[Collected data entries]
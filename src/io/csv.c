/*
** io/csv.c -- the CSV writer: one layer as an attribute table with the
** geometry as WKT in a last column.
**
** Input:   features whose values[i] belong to field i of the layer, and
**          their lon/lat geometry.
** Output:  RFC 4180 text in UTF-8 without a byte-order mark, records ended
**          by CRLF. The first record holds the field names, then "wkt"
**          (left out when the layer is declared without geometry,
**          ST_GEOM_NULL). A source field already called "wkt" (in any
**          letter case) is written as "src_wkt" (or "src_wkt_2", ...), and
**          the rename is reported in the writer's notes. A field is quoted
**          (by libcsv's csv_fwrite, doubling inner quotes) only when it
**          holds a comma, a quote, CR or LF, or starts or ends with a space
**          or tab; missing and empty values are both written as nothing.
**          Invalid UTF-8 in a value is replaced by U+FFFD. The WKT is GEOS's
**          (st_geom_to_wkt): 2-D, up to 17 significant digits, so
**          coordinates survive a round trip; a null geometry is empty. A
**          geometry GEOS refuses to build (a two-point ring, an unclosed
**          ring, a NaN: a set-aside footprint keeps what was read) is
**          written from its coordinates as they are, same digits.
** Errors:  every write is checked; a failed write, flush or close is
**          ST_ERR_IO naming the file; a geometry GEOS cannot build is
**          ST_ERR_GEOS naming the feature. The temporary file is removed by
**          discard() and the target is never touched before commit.
** Limits:  one layer per file (the format has no layers).
*/
#include <errno.h>
#include <math.h>
#include <stdio.h>
#include <string.h>
#include <strings.h>

#include <csv.h>

#include "ioInt.h"
#include "stocktake/geomx.h"

#define CSV_GEOM_COLUMN "wkt"

typedef struct csv_out {
    FILE *fp;
    st_geos *gx;          /* for WKT; one per writer, so one per thread */
    uint32_t nfields;
    int has_geom;
    st_buf wkt;           /* reused for each feature */
    int failed;           /* a write failed: later writes are refused */
} csv_out;

static const char *const csv_ext[] = {".csv", NULL};

static st_status io_fail(st_writer *w, const char *what)
{
    csv_out *c = w->impl;
    if (c)
        c->failed = 1;
    return st_writer_fail(w, ST_ERR_IO, "cannot %s the CSV file: %s", what,
                          errno ? strerror(errno) : "write error");
}

static st_status csvw_open(st_writer *w)
{
    csv_out *c = st_calloc(1, sizeof *c);
    if (!c)
        return ST_ERR_NOMEM;
    st_buf_init(&c->wkt, 0);
    w->impl = c;
    c->gx = st_geos_new();
    if (!c->gx)
        return ST_ERR_NOMEM;
    errno = 0;
    c->fp = fopen(w->tmp_path, "wb");
    if (!c->fp)
        return st_writer_fail(w, ST_ERR_IO, "cannot create a temporary file beside it (%s): %s",
                              w->tmp_path, strerror(errno));
    return ST_OK;
}

/* 1 if s must be quoted to read back as the same text (RFC 4180 plus
** surrounding blanks, which some readers trim). */
static int needs_quotes(const char *s, size_t n)
{
    if (n && (s[0] == ' ' || s[0] == '\t' || s[n - 1] == ' ' || s[n - 1] == '\t'))
        return 1;
    return strcspn(s, ",\"\r\n") < n;
}

/* Write one field's text (after the separator). */
static st_status put_text(st_writer *w, const char *s)
{
    csv_out *c = w->impl;
    size_t n = strlen(s);
    char *clean = NULL;
    if (st_utf8_valid_prefix(s, n) != n) {
        if (!(clean = st_utf8_sanitize(s, n)))
            return ST_ERR_NOMEM;
        s = clean;
        n = strlen(s);
    }
    errno = 0;
    int ok = needs_quotes(s, n) ? csv_fwrite(c->fp, s, n) == 0
                                : fwrite(s, 1, n, c->fp) == n;
    st_free(clean);
    return ok ? ST_OK : io_fail(w, "write");
}

static st_status put_raw(st_writer *w, const char *s)
{
    csv_out *c = w->impl;
    size_t n = strlen(s);
    errno = 0;
    return fwrite(s, 1, n, c->fp) == n ? ST_OK : io_fail(w, "write");
}

/* Name for the source field 'name' that does not clash with the geometry
** column or another field: returns owned string. */
static char *header_name(st_writer *w, const st_fields *fields, const char *name,
                         st_status *rc)
{
    *rc = ST_OK;
    if (strcasecmp(name, CSV_GEOM_COLUMN) != 0) {
        char *same = st_strdup(name);
        if (!same)
            *rc = ST_ERR_NOMEM;
        return same;
    }
    for (int k = 1; k < 1000; k++) {
        char *alt = k == 1 ? st_strdup("src_" CSV_GEOM_COLUMN)
                           : st_strdup_printf("src_" CSV_GEOM_COLUMN "_%d", k);
        if (!alt || st_fields_find(fields, alt) < 0) {
            if (alt && st_buf_printf(&w->notes, "%s -> %s\n", name, alt) != ST_OK) {
                st_free(alt);
                alt = NULL;
            }
            if (!alt)
                *rc = ST_ERR_NOMEM;
            return alt;
        }
        st_free(alt);
    }
    *rc = st_writer_fail(w, ST_ERR_LIMIT, "no free name for the field '%s'", name);
    return NULL;
}

static st_status csvw_begin(st_writer *w, const char *name, const st_fields *fields,
                           st_geom_type type)
{
    (void)name;   /* a CSV file has no layer name */
    csv_out *c = w->impl;
    c->nfields = fields->count;
    c->has_geom = type != ST_GEOM_NULL;
    st_status rc = ST_OK;
    for (uint32_t i = 0; rc == ST_OK && i < fields->count; i++) {
        char *col = header_name(w, fields, fields->items[i].name, &rc);
        if (!col)
            break;
        rc = i ? put_raw(w, ",") : ST_OK;
        if (rc == ST_OK)
            rc = put_text(w, col);
        st_free(col);
    }
    if (rc == ST_OK && c->has_geom)
        rc = put_raw(w, fields->count ? "," CSV_GEOM_COLUMN : CSV_GEOM_COLUMN);
    return rc == ST_OK ? put_raw(w, "\r\n") : rc;
}

/* One coordinate as WKT: %.17g, and NaN/Inf spelled as GEOS writes them. */
static st_status put_coord(st_buf *b, double v)
{
    if (isnan(v))
        return st_buf_puts(b, "NaN");
    if (isinf(v))
        return st_buf_puts(b, v > 0 ? "Inf" : "-Inf");
    return st_buf_printf(b, "%.17g", v);
}

/* Rings [first, end) of g as "(x y, ...), (...)". */
static st_status put_rings(st_buf *b, const st_geom *g, uint32_t first, uint32_t end,
                           int bare)
{
    st_status rc = ST_OK;
    for (uint32_t r = first; rc == ST_OK && r < end; r++) {
        rc = st_buf_puts(b, r > first ? ", " : "");
        if (rc == ST_OK && !bare)
            rc = st_buf_puts(b, "(");
        for (uint32_t i = g->ring_coord[r]; rc == ST_OK && i < g->ring_coord[r + 1]; i++) {
            rc = st_buf_puts(b, i > g->ring_coord[r] ? ", " : "");
            if (rc == ST_OK)
                rc = put_coord(b, g->xy[2 * i]);
            if (rc == ST_OK)
                rc = st_buf_puts(b, " ");
            if (rc == ST_OK)
                rc = put_coord(b, g->xy[2 * i + 1]);
        }
        if (rc == ST_OK && !bare)
            rc = st_buf_puts(b, ")");
    }
    return rc;
}

/*
** WKT written straight from the coordinate arrays, for the geometries GEOS
** refuses to build (a ring of two points, a ring not closed, a NaN): a set
** aside footprint keeps the geometry as read, so CSV must still hold it.
** A collection is written as a multipolygon, as st_geom_to_geos() does.
*/
static st_status plain_wkt(const st_geom *g, st_buf *b)
{
    static const char *const names[] = {
        "", "POINT", "LINESTRING", "POLYGON", "MULTIPOINT", "MULTILINESTRING",
        "MULTIPOLYGON", "MULTIPOLYGON"};
    st_geom_type t = g->type;
    st_status rc = st_buf_puts(b, names[t]);
    if (rc != ST_OK || g->nparts == 0 || g->ncoords == 0)
        return rc == ST_OK ? st_buf_puts(b, " EMPTY") : rc;
    int multi = t >= ST_GEOM_MULTIPOINT;
    rc = st_buf_puts(b, " (");
    for (uint32_t p = 0; rc == ST_OK && p < g->nparts; p++) {
        uint32_t first = g->part_ring[p], end = g->part_ring[p + 1];
        int wrap = multi && t != ST_GEOM_MULTIPOINT;
        if (p)
            rc = st_buf_puts(b, ", ");
        if (rc == ST_OK && wrap && t != ST_GEOM_MULTILINESTRING)
            rc = st_buf_puts(b, "(");
        if (rc == ST_OK)
            rc = put_rings(b, g, first, end,
                           t == ST_GEOM_POINT || t == ST_GEOM_LINESTRING ||
                               t == ST_GEOM_MULTIPOINT);
        if (rc == ST_OK && wrap && t != ST_GEOM_MULTILINESTRING)
            rc = st_buf_puts(b, ")");
    }
    return rc == ST_OK ? st_buf_puts(b, ")") : rc;
}

/* The feature's geometry as WKT in c->wkt ("" when null): GEOS's, or for
** a geometry GEOS cannot build, plain_wkt(). */
static st_status geometry_text(st_writer *w, const st_feature *f)
{
    csv_out *c = w->impl;
    st_buf_clear(&c->wkt);
    if (f->geom.type == ST_GEOM_NULL || f->geom.type == ST_GEOM_OTHER)
        return ST_OK;
    st_geos_clear_error(c->gx);
    st_status rc = st_geom_to_wkt(c->gx, &f->geom, &c->wkt);
    if (rc == ST_ERR_GEOS) {
        st_buf_clear(&c->wkt);
        rc = plain_wkt(&f->geom, &c->wkt);
    }
    return rc;
}

static st_status csvw_write(st_writer *w, const st_feature *f)
{
    csv_out *c = w->impl;
    if (c->failed)
        return ST_ERR_IO;
    st_status rc = c->has_geom ? geometry_text(w, f) : ST_OK;
    if (rc == ST_ERR_GEOS) {
        char why[256] = "";
        GEOSGeometry *g = st_geom_to_geos(c->gx, &f->geom, why, sizeof why);
        if (g)
            GEOSGeom_destroy_r(c->gx->h, g);
        st_loc loc = ST_LOC_FEATURE(w->path, (long long)f->index);
        return st_diags_add(w->diags, ST_SEV_ERROR, ST_ERR_GEOS, &loc,
                            "geometry cannot be written as WKT: %s",
                            why[0] ? why : c->gx->last_error[0] ? c->gx->last_error
                                                                : "GEOS refused it");
    }
    for (uint32_t i = 0; rc == ST_OK && i < c->nfields; i++) {
        const char *v = st_feature_value(f, i);
        if (i)
            rc = put_raw(w, ",");
        if (rc == ST_OK && v && *v)
            rc = put_text(w, v);
    }
    if (rc == ST_OK && c->has_geom) {
        if (c->nfields)
            rc = put_raw(w, ",");
        if (rc == ST_OK && c->wkt.len)
            rc = put_text(w, c->wkt.data);
    }
    return rc == ST_OK ? put_raw(w, "\r\n") : rc;
}

static st_status csvw_end(st_writer *w)
{
    (void)w;
    return ST_OK;
}

static void release(csv_out *c)
{
    st_geos_free(c->gx);
    st_buf_free(&c->wkt);
    st_free(c);
}

static st_status csvw_finish(st_writer *w)
{
    csv_out *c = w->impl;
    st_status rc = c->failed ? ST_ERR_IO : ST_OK;
    errno = 0;
    if (rc == ST_OK && (fflush(c->fp) != 0 || ferror(c->fp)))
        rc = io_fail(w, "flush");
    errno = 0;
    if (fclose(c->fp) != 0 && rc == ST_OK)
        rc = io_fail(w, "close");
    c->fp = NULL;
    release(c);
    w->impl = NULL;
    return rc;
}

static void csvw_discard(st_writer *w)
{
    csv_out *c = w->impl;
    if (c) {
        if (c->fp)
            fclose(c->fp);
        release(c);
        w->impl = NULL;
    }
    remove(w->tmp_path);
}

const st_writer_format st_csv_writer_format = {
    "csv", csv_ext, 0, csvw_open, csvw_begin, csvw_write, csvw_end, NULL, csvw_finish, NULL,
    csvw_discard};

### WORK TO COMPLETE
What is needed is an exact copy of the lines above, from the one containing "rc = put_coord(b, g->xy[2 * i +" through the one containing "if (rc != ST_OK", with nothing added.

### TASK ANSWER
                rc = put_coord(b, g->xy[2 * i + 1]);
        }
        if (rc == ST_OK && !bare)
            rc = st_buf_puts(b, ")");
    }
    return rc;
}

/*
** WKT written straight from the coordinate arrays, for the geometries GEOS
** refuses to build (a ring of two points, a ring not closed, a NaN): a set
** aside footprint keeps the geometry as read, so CSV must still hold it.
** A collection is written as a multipolygon, as st_geom_to_geos() does.
*/
static st_status plain_wkt(const st_geom *g, st_buf *b)
{
    static const char *const names[] = {
        "", "POINT", "LINESTRING", "POLYGON", "MULTIPOINT", "MULTILINESTRING",
        "MULTIPOLYGON", "MULTIPOLYGON"};
    st_geom_type t = g->type;
    st_status rc = st_buf_puts(b, names[t]);
    if (rc != ST_OK || g->nparts == 0 || g->ncoords == 0)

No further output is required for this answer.